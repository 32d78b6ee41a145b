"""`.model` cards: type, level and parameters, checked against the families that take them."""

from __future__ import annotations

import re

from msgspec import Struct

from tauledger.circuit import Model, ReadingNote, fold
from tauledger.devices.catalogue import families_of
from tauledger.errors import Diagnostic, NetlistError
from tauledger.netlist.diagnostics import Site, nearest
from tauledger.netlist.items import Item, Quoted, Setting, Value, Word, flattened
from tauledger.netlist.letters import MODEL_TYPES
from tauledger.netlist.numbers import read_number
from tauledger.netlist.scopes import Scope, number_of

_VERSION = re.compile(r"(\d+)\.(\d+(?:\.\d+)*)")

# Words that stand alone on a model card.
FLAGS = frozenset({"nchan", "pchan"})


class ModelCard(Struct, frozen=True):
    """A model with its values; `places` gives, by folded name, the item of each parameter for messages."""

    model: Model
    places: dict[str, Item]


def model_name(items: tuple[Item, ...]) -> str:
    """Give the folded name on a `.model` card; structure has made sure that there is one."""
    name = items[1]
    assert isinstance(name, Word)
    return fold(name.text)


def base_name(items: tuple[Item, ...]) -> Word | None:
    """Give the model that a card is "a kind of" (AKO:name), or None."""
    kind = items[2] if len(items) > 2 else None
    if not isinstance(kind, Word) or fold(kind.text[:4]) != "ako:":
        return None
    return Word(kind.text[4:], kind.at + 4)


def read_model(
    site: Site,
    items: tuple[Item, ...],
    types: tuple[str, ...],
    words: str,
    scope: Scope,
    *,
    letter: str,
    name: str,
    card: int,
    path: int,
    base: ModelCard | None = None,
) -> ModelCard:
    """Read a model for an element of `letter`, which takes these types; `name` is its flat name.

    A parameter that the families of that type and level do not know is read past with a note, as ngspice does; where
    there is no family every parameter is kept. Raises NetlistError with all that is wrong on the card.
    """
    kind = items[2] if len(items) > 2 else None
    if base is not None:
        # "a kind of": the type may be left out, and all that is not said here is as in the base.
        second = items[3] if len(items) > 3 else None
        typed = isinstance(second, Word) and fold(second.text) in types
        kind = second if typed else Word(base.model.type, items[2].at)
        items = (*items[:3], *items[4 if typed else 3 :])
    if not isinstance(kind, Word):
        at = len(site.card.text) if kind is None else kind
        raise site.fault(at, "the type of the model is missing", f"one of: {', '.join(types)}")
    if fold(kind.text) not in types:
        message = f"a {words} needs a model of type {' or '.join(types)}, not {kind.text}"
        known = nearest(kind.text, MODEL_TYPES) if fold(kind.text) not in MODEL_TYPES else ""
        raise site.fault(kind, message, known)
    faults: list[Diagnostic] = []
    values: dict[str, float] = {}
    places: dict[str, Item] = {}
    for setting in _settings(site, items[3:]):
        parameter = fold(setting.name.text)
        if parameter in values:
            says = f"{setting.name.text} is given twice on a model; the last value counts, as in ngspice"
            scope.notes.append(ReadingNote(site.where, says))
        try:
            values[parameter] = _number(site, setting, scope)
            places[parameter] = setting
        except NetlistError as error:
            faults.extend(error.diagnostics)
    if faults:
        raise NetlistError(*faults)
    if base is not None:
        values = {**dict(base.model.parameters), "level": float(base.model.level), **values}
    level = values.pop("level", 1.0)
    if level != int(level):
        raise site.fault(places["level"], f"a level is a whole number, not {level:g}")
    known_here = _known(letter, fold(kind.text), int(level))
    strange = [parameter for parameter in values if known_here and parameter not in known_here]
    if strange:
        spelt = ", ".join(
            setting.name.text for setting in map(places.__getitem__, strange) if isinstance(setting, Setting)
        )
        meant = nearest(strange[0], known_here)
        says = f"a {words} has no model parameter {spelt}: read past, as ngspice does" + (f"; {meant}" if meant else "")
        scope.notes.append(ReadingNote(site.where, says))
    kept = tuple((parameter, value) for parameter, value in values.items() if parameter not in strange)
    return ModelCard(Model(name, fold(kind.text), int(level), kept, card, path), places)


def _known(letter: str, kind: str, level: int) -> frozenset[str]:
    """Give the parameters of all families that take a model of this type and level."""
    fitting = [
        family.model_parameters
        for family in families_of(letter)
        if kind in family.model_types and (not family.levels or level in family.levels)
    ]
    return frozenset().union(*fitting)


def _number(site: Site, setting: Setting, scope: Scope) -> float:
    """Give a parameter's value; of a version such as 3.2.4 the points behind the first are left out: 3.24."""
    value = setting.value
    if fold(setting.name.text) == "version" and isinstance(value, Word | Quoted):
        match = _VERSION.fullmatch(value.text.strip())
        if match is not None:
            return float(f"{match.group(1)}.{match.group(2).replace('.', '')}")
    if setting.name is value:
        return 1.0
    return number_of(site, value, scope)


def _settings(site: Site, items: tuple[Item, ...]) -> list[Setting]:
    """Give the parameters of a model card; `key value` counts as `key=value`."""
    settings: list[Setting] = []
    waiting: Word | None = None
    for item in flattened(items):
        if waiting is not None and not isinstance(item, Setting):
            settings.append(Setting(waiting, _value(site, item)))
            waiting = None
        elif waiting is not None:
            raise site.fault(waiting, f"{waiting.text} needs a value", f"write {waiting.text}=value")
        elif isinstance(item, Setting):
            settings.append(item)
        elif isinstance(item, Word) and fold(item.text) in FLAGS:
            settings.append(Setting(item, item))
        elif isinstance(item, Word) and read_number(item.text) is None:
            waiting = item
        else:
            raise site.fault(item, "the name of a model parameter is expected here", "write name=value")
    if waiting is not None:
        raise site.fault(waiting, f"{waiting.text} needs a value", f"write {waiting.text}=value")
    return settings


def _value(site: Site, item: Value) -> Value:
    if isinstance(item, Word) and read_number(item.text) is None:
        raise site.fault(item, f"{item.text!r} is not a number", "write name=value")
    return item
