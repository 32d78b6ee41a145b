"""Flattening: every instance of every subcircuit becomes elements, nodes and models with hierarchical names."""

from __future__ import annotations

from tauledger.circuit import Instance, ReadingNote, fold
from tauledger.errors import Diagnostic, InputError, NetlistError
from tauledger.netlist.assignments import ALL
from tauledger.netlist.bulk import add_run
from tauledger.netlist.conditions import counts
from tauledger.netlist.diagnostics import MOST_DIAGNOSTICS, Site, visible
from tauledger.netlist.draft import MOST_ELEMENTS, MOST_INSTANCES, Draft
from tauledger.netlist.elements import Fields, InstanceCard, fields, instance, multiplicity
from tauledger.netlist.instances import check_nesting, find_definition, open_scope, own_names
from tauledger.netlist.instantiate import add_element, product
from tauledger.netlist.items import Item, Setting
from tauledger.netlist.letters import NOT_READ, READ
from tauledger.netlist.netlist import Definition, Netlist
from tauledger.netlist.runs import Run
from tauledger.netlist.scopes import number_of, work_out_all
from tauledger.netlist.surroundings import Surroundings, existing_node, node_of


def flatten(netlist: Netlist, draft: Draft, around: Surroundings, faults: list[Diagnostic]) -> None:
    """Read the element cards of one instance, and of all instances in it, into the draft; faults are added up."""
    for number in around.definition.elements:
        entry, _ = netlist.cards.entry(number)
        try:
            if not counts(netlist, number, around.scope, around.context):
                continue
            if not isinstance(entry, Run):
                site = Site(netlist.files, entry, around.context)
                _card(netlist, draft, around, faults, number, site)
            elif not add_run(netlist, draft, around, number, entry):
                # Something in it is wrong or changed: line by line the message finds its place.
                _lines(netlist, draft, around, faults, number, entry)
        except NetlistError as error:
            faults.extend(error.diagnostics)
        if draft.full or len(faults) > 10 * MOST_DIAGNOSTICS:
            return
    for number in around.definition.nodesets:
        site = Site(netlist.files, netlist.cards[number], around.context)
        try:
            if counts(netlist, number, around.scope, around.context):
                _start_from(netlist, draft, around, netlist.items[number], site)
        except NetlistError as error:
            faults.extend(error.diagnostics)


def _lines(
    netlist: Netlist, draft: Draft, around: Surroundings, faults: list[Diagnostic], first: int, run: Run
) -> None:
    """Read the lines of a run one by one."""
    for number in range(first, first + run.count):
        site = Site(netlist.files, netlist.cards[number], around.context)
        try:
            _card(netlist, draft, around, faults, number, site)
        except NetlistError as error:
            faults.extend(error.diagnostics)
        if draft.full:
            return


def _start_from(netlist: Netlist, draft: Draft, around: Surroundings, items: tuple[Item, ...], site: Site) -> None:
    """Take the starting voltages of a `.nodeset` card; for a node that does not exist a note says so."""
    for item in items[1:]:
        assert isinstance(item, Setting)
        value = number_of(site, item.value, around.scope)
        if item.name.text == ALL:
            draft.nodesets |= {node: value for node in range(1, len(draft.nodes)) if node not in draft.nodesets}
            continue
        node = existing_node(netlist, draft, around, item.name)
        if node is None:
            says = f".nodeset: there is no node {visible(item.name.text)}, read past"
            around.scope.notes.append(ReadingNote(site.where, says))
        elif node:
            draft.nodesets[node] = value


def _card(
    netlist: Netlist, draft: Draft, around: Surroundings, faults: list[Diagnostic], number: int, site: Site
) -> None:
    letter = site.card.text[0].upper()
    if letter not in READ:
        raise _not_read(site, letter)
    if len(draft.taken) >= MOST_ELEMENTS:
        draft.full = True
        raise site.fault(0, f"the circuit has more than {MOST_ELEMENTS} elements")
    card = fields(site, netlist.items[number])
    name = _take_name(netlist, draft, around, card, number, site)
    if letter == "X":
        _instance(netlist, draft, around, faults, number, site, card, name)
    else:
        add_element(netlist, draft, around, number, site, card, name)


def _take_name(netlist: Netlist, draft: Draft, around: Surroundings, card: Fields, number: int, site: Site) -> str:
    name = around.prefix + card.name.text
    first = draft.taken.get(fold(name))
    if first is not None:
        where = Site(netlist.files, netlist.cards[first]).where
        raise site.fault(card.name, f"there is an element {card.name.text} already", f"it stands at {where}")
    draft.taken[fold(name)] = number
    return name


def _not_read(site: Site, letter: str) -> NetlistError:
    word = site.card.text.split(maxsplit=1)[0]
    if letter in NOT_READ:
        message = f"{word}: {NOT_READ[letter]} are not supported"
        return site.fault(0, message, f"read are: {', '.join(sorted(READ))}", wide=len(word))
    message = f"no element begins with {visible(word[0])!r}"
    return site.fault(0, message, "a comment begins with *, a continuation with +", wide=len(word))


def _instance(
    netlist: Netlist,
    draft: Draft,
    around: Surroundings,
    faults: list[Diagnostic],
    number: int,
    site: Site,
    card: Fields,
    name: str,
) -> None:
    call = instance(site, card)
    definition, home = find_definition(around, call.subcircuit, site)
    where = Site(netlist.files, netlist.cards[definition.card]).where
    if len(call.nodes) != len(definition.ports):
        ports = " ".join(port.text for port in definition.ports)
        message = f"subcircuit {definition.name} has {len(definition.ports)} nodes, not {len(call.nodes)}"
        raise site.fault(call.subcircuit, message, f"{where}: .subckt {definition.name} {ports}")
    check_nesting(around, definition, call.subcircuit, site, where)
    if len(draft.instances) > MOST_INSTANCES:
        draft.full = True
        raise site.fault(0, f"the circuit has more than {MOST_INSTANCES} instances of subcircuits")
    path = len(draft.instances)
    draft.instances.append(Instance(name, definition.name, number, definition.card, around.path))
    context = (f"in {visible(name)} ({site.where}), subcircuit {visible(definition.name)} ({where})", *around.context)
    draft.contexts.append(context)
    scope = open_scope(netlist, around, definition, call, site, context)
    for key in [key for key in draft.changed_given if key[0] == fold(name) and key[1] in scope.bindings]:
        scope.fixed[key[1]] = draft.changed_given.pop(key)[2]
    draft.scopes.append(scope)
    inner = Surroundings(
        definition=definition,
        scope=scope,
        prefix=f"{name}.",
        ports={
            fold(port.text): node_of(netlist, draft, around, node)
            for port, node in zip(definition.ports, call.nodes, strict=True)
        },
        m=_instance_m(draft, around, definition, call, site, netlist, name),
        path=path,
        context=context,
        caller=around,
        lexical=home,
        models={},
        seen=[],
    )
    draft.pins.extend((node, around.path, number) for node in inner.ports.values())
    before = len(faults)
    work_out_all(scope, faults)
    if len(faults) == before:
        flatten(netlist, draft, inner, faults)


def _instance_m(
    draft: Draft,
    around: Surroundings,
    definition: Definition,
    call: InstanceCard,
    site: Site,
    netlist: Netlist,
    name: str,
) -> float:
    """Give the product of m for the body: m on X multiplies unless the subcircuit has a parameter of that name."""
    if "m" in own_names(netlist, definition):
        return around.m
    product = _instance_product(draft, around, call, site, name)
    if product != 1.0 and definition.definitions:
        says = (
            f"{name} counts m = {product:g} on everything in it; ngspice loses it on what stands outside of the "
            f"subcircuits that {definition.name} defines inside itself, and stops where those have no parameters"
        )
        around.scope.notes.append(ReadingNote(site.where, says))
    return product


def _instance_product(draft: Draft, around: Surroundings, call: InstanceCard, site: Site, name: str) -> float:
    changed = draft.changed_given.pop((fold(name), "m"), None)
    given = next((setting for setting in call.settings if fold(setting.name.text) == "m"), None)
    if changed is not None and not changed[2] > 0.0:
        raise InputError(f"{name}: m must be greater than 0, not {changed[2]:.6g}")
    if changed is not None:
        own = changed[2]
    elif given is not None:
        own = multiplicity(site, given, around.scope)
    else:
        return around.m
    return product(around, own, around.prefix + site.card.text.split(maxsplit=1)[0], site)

= = = = =

## The task
Return the span of lines in the data above that opens at the line with "from tauledger.netlist.netlist import" and closes at the line with "# Something in", exactly, ends included, nothing else.

## Written solution
from tauledger.netlist.netlist import Definition, Netlist
from tauledger.netlist.runs import Run
from tauledger.netlist.scopes import number_of, work_out_all
from tauledger.netlist.surroundings import Surroundings, existing_node, node_of


def flatten(netlist: Netlist, draft: Draft, around: Surroundings, faults: list[Diagnostic]) -> None:
    """Read the element cards of one instance, and of all instances in it, into the draft; faults are added up."""
    for number in around.definition.elements:
        entry, _ = netlist.cards.entry(number)
        try:
            if not counts(netlist, number, around.scope, around.context):
                continue
            if not isinstance(entry, Run):
                site = Site(netlist.files, entry, around.context)
                _card(netlist, draft, around, faults, number, site)
            elif not add_run(netlist, draft, around, number, entry):
                # Something in it is wrong or changed: line by line the message finds its place.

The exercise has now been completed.